── Exercise materials ──

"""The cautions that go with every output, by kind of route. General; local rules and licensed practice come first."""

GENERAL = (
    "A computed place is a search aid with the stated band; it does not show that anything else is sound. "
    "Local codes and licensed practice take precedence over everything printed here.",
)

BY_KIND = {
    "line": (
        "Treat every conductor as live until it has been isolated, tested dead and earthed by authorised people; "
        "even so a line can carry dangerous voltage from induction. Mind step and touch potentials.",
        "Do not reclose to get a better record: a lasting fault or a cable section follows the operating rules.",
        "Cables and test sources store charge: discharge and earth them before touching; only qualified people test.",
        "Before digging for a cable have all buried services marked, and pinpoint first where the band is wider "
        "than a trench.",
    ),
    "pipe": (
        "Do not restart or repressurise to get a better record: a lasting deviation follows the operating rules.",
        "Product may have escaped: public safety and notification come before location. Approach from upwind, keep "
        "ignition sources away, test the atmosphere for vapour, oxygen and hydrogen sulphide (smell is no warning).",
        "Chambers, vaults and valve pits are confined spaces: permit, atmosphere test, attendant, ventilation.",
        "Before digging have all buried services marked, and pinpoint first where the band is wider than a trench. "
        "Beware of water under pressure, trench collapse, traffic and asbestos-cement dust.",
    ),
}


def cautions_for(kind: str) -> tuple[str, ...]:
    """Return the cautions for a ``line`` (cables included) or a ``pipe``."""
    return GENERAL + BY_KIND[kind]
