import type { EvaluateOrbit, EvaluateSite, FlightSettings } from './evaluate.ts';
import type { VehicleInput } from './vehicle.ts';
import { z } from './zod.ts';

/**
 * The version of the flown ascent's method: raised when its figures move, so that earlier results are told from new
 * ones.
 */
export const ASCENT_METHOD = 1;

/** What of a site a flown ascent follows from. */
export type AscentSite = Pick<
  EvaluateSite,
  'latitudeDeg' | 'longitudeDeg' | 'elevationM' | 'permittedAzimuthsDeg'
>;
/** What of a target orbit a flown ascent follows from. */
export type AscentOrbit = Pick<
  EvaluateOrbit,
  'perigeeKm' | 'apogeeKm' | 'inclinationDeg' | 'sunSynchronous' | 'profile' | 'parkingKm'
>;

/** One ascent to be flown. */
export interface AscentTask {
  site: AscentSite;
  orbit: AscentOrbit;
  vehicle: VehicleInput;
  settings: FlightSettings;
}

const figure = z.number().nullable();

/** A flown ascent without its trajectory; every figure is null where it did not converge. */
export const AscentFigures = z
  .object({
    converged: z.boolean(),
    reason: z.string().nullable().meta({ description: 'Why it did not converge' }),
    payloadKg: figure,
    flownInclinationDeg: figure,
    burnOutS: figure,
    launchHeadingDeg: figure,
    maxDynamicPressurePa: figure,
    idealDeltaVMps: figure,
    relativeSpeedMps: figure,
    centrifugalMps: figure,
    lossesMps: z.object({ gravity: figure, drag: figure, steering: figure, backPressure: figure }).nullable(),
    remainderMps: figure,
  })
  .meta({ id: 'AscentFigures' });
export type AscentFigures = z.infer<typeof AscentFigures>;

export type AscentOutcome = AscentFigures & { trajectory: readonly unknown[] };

───
── Exercise materials ──

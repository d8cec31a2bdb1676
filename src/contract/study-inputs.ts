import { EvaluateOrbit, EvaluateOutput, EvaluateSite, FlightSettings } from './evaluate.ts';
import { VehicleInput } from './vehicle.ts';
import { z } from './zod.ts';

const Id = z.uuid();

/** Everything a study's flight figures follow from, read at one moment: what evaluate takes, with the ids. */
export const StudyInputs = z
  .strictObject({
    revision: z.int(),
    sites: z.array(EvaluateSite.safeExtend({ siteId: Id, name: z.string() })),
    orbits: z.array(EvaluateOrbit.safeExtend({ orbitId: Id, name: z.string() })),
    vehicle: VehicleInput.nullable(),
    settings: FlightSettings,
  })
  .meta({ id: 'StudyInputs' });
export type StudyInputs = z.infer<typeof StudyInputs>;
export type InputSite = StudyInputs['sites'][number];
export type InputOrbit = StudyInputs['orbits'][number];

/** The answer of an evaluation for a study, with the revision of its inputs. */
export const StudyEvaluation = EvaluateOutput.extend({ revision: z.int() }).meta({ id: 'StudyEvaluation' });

───
── Exercise materials ──

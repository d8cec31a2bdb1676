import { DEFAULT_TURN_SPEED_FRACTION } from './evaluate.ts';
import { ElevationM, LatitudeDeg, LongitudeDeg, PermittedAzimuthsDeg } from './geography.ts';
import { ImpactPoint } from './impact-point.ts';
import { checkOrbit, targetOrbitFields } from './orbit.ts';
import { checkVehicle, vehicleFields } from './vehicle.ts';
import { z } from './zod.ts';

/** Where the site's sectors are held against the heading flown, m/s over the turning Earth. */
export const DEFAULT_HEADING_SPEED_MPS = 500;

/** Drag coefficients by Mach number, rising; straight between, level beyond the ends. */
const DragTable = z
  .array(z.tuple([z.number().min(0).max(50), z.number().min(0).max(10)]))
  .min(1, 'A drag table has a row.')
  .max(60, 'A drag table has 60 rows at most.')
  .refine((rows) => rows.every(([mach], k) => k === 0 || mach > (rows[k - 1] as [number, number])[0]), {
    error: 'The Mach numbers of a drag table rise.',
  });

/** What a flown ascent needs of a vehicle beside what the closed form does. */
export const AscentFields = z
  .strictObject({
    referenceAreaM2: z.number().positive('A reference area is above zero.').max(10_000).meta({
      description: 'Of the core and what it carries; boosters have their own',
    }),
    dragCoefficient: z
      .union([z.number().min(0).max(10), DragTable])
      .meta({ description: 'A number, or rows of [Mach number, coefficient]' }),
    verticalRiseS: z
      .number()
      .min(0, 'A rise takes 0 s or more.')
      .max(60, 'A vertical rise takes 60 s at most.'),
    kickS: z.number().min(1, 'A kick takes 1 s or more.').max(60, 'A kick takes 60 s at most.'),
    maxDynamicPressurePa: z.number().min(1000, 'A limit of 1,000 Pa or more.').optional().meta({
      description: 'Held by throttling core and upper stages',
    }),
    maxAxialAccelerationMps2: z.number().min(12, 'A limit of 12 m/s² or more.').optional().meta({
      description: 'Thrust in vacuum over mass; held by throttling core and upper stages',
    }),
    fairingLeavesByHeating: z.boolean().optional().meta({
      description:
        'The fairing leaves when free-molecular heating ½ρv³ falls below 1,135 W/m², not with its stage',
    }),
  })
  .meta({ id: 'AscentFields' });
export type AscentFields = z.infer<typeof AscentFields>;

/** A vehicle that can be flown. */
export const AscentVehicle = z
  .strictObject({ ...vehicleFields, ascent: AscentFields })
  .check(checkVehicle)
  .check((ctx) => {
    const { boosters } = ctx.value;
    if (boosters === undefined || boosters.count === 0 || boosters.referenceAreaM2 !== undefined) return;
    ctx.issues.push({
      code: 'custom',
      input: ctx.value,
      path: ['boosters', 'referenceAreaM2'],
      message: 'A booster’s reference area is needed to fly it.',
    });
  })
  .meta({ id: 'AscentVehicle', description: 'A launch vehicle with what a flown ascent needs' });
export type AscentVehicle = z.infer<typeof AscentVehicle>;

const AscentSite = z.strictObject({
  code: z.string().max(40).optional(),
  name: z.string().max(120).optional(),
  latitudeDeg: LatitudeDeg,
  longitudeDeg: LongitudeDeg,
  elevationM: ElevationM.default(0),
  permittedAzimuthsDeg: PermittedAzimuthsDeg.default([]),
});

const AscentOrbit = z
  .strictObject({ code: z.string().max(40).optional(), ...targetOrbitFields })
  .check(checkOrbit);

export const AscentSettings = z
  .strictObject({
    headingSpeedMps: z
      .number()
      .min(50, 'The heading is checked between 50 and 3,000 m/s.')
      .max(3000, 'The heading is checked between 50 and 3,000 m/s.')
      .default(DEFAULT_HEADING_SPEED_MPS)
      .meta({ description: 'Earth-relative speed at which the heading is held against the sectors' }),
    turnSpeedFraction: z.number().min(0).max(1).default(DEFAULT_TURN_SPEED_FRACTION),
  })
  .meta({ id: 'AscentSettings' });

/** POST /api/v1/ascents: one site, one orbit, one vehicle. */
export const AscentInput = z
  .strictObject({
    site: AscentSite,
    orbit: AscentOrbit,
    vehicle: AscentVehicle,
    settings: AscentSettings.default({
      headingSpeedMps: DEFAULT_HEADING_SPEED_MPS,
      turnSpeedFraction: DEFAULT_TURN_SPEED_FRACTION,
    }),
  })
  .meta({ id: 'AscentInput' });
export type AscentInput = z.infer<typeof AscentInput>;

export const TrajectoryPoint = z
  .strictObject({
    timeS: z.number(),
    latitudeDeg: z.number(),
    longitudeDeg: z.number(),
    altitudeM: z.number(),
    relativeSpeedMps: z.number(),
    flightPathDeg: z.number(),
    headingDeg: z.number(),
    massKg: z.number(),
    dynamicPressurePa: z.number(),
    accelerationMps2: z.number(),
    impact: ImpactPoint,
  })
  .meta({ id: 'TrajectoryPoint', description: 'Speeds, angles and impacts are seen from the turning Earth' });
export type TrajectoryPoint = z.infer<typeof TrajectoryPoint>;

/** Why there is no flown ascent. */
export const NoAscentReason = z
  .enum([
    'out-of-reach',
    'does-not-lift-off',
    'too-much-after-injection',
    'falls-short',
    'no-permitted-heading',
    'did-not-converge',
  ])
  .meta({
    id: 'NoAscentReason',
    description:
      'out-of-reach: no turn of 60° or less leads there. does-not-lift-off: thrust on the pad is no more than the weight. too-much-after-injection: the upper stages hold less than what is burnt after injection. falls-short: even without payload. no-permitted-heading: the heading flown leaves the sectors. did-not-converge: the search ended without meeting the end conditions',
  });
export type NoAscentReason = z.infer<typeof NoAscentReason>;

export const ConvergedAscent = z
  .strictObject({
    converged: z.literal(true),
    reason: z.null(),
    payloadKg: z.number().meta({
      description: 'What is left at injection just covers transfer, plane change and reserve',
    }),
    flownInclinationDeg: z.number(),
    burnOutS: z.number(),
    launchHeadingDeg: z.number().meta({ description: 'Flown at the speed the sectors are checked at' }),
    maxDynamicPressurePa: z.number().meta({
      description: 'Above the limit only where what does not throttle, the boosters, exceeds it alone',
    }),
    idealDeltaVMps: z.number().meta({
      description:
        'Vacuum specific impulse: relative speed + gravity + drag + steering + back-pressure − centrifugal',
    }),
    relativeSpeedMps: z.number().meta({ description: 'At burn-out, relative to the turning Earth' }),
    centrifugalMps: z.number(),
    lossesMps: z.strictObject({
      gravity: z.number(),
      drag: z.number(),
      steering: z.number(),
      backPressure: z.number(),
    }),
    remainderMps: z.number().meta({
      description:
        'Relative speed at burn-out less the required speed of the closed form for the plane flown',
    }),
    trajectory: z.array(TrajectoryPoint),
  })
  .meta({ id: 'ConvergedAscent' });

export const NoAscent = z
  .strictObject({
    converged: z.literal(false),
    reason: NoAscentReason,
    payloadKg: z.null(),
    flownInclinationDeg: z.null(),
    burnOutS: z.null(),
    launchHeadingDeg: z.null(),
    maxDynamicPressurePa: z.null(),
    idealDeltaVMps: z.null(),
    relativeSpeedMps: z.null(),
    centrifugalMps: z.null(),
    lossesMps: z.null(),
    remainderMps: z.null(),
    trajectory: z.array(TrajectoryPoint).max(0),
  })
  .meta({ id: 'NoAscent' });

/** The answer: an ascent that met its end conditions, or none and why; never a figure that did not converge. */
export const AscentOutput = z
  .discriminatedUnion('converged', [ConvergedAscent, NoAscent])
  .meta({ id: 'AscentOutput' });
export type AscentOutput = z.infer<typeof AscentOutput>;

───

• **Task brief**:
Each line above that contains "array" must be copied out.

• **Answer area**:
    sites: z.array(EvaluateSite.safeExtend({ siteId: Id, name: z.string() })),
    orbits: z.array(EvaluateOrbit.safeExtend({ orbitId: Id, name: z.string() })),
  .array(z.tuple([z.number().min(0).max(50), z.number().min(0).max(10)]))
    trajectory: z.array(TrajectoryPoint),
    trajectory: z.array(TrajectoryPoint).max(0),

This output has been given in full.